Every entry must appear in the answer exactly as it does here.

[Collected data]
╔══
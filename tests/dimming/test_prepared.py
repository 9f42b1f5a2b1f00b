"""Tests of the prepared state of a scenario (synthcorona.dimming.prepared).

Expected values are those of the scenario itself (its public results), the definitions of the fields
(docstrings of PreparedScenario's parts) and hand values stated in place.
"""
import dataclasses
import warnings

import astropy.units as u
import numpy as np
import pytest
from dimming_setups import BANDS, SUN_DEM, sun_scenario

import synthcorona.synthesis as synthesis
from synthcorona.constants import PARSEC_CM
from synthcorona.dimming import CME, Corona, DimmingScenario, Flare, Observation, Star
from synthcorona.dimming.prepared import FlareExcess, PreparedScenario


@pytest.fixture
def sun():
    """Sun-as-a-star at 1 AU with a 1e15 g CME and a flare."""
    return sun_scenario()


def test_parts_shapes_and_units(sun):
    p = sun.prepared
    assert isinstance(p, PreparedScenario)
    n_t, n_b = p.source.logT.size, len(BANDS)
    assert p.kernels.labels == tuple(BANDS) and sun.labels == BANDS
    assert p.source.quiescent_weights.shape == p.source.removal_weights.shape == (n_t,)
    assert p.source.removal_weights.sum() == pytest.approx(1.0, rel=1e-12)
    assert p.kernels.kernel.shape == p.kernels.flux_kernel.shape == (n_b, n_t)
    assert p.kernels.band_limits.shape == (n_b, 2)
    # (1 pc / 1 AU)^2 = (1 AU / 1 pc)^2 inverted: 206264.8^2
    assert p.kernels.scale == pytest.approx((PARSEC_CM / u.AU.to(u.cm)) ** 2, rel=1e-12)
    for field in dataclasses.fields(p.rates):
        assert getattr(p.rates, field.name).shape == (n_b,)
    # 12 h of 60 s bins, onset at 2 h
    assert (p.timing.n_bins, p.timing.bin_width, p.timing.t0) == (720, 60.0, 7200.0)
    assert p.timing.edges.shape == (721,) and p.timing.edges[-1] == 43200.0
    assert p.flare.cumulative.shape == (n_b, p.flare.times.size)
    assert p.flare.result is not None and sun.flare_termination == p.flare.termination
    # the removed EM per gram: n_e f_esc / (mu_H m_H), with m_H = 1.008 u
    assert p.source.em_per_gram == pytest.approx(1e9 / (p.source.mu_h * 1.008 * 1.66053907e-24), rel=1e-8)


def test_parts_are_frozen(sun):
    for part, name in [(sun.prepared, "flare"), (sun.prepared.timing, "onset"), (sun.prepared.rates, "background")]:
        with pytest.raises(dataclasses.FrozenInstanceError):
            setattr(part, name, None)


def test_prepared_values_give_the_public_results(sun):
    p = sun.prepared
    d = sun.depth(mass=[1e14, 1e15] * u.g)
    np.testing.assert_allclose(d.depth.values, np.array([1e14, 1e15])[:, None] * p.rates.depth_per_gram,
                               rtol=1e-12)
    np.testing.assert_array_equal(d.quiescent_rate.values, p.rates.quiescent_rate)
    # quiescent rate = (1 pc/d)^2 sum_T K EM
    np.testing.assert_allclose(p.rates.quiescent_rate, p.kernels.scale * (p.kernels.kernel @ p.source.quiescent_weights),
                               rtol=1e-12)
    lc = sun.light_curve()
    np.testing.assert_array_equal(lc.flare_excess.values, p.flare.binned(p.timing.edges, p.timing.t0))


def test_no_flare_has_zero_excess():
    excess = FlareExcess("no flare", np.array([0.0, 1.0]), np.zeros((2, 2)))
    np.testing.assert_array_equal(excess.binned(np.arange(5) * 60.0, 120.0), np.zeros((2, 4)))
    assert excess.result is None and excess.warnings == ()


def test_flare_radiative_loss_uses_the_scenario_table(table, monkeypatch):
    """Every call of synthesis.radiative_loss made for the flare gets the scenario's table."""
    seen = []
    original = synthesis.radiative_loss

    def spy(*args, **kwargs):
        seen.append(kwargs.get("table"))
        return original(*args, **kwargs)

    monkeypatch.setattr(synthesis, "radiative_loss", spy)
    with warnings.catch_warnings():
        warnings.simplefilter("ignore")
        s = DimmingScenario(Star(1 * u.AU), Corona(SUN_DEM, density=1e9 * u.cm ** -3), CME(1e15 * u.g),
                            Flare(1e31 * u.erg), ["sc-fe9"], Observation(2 * u.h, 60 * u.s, 1 * u.h), table=table)
    assert s.table is table
    assert seen and all(t is table for t in seen)
    assert "table_loss_at_source_density" in s.prepared.flare.result.attrs["radiative_loss"]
╚══
> _RESPONSE AREA_:
filename tests/dimming/test_prepared.py
repository 9f42b1f5a2b1f00b
"""Tests of the prepared state of a scenario (synthcorona.dimming.prepared).

Expected values are those of the scenario itself (its public results), the definitions of the fields
(docstrings of PreparedScenario's parts) and hand values stated in place.
"""
import dataclasses
import warnings

import astropy.units as u
import numpy as np
import pytest
from dimming_setups import BANDS, SUN_DEM, sun_scenario

import synthcorona.synthesis as synthesis
from synthcorona.constants import PARSEC_CM
from synthcorona.dimming import CME, Corona, DimmingScenario, Flare, Observation, Star
from synthcorona.dimming.prepared import FlareExcess, PreparedScenario


@pytest.fixture
def sun():
    """Sun-as-a-star at 1 AU with a 1e15 g CME and a flare."""
    return sun_scenario()


def test_parts_shapes_and_units(sun):
    p = sun.prepared
    assert isinstance(p, PreparedScenario)
    n_t, n_b = p.source.logT.size, len(BANDS)
    assert p.kernels.labels == tuple(BANDS) and sun.labels == BANDS
    assert p.source.quiescent_weights.shape == p.source.removal_weights.shape == (n_t,)
    assert p.source.removal_weights.sum() == pytest.approx(1.0, rel=1e-12)
    assert p.kernels.kernel.shape == p.kernels.flux_kernel.shape == (n_b, n_t)
    assert p.kernels.band_limits.shape == (n_b, 2)
    # (1 pc / 1 AU)^2 = (1 AU / 1 pc)^2 inverted: 206264.8^2
    assert p.kernels.scale == pytest.approx((PARSEC_CM / u.AU.to(u.cm)) ** 2, rel=1e-12)
    for field in dataclasses.fields(p.rates):
        assert getattr(p.rates, field.name).shape == (n_b,)
    # 12 h of 60 s bins, onset at 2 h
    assert (p.timing.n_bins, p.timing.bin_width, p.timing.t0) == (720, 60.0, 7200.0)
    assert p.timing.edges.shape == (721,) and p.timing.edges[-1] == 43200.0
    assert p.flare.cumulative.shape == (n_b, p.flare.times.size)
    assert p.flare.result is not None and sun.flare_termination == p.flare.termination
    # the removed EM per gram: n_e f_esc / (mu_H m_H), with m_H = 1.008 u
    assert p.source.em_per_gram == pytest.approx(1e9 / (p.source.mu_h * 1.008 * 1.66053907e-24), rel=1e-8)


def test_parts_are_frozen(sun):
    for part, name in [(sun.prepared, "flare"), (sun.prepared.timing, "onset"), (sun.prepared.rates, "background")]:
        with pytest.raises(dataclasses.FrozenInstanceError):
            setattr(part, name, None)


def test_prepared_values_give_the_public_results(sun):
    p = sun.prepared
    d = sun.depth(mass=[1e14, 1e15] * u.g)
    np.testing.assert_allclose(d.depth.values, np.array([1e14, 1e15])[:, None] * p.rates.depth_per_gram,
                               rtol=1e-12)
    np.testing.assert_array_equal(d.quiescent_rate.values, p.rates.quiescent_rate)
    # quiescent rate = (1 pc/d)^2 sum_T K EM
    np.testing.assert_allclose(p.rates.quiescent_rate, p.kernels.scale * (p.kernels.kernel @ p.source.quiescent_weights),
                               rtol=1e-12)
    lc = sun.light_curve()
    np.testing.assert_array_equal(lc.flare_excess.values, p.flare.binned(p.timing.edges, p.timing.t0))


def test_no_flare_has_zero_excess():
    excess = FlareExcess("no flare", np.array([0.0, 1.0]), np.zeros((2, 2)))
    np.testing.assert_array_equal(excess.binned(np.arange(5) * 60.0, 120.0), np.zeros((2, 4)))
    assert excess.result is None and excess.warnings == ()


def test_flare_radiative_loss_uses_the_scenario_table(table, monkeypatch):
    """Every call of synthesis.radiative_loss made for the flare gets the scenario's table."""
    seen = []
    original = synthesis.radiative_loss

    def spy(*args, **kwargs):
        seen.append(kwargs.get("table"))
        return original(*args, **kwargs)

    monkeypatch.setattr(synthesis, "radiative_loss", spy)
    with warnings.catch_warnings():
        warnings.simplefilter("ignore")
        s = DimmingScenario(Star(1 * u.AU), Corona(SUN_DEM, density=1e9 * u.cm ** -3), CME(1e15 * u.g),
                            Flare(1e31 * u.erg), ["sc-fe9"], Observation(2 * u.h, 60 * u.s, 1 * u.h), table=table)
    assert s.table is table
    assert seen and all(t is table for t in seen)
    assert "table_loss_at_source_density" in s.prepared.flare.result.attrs["radiative_loss"]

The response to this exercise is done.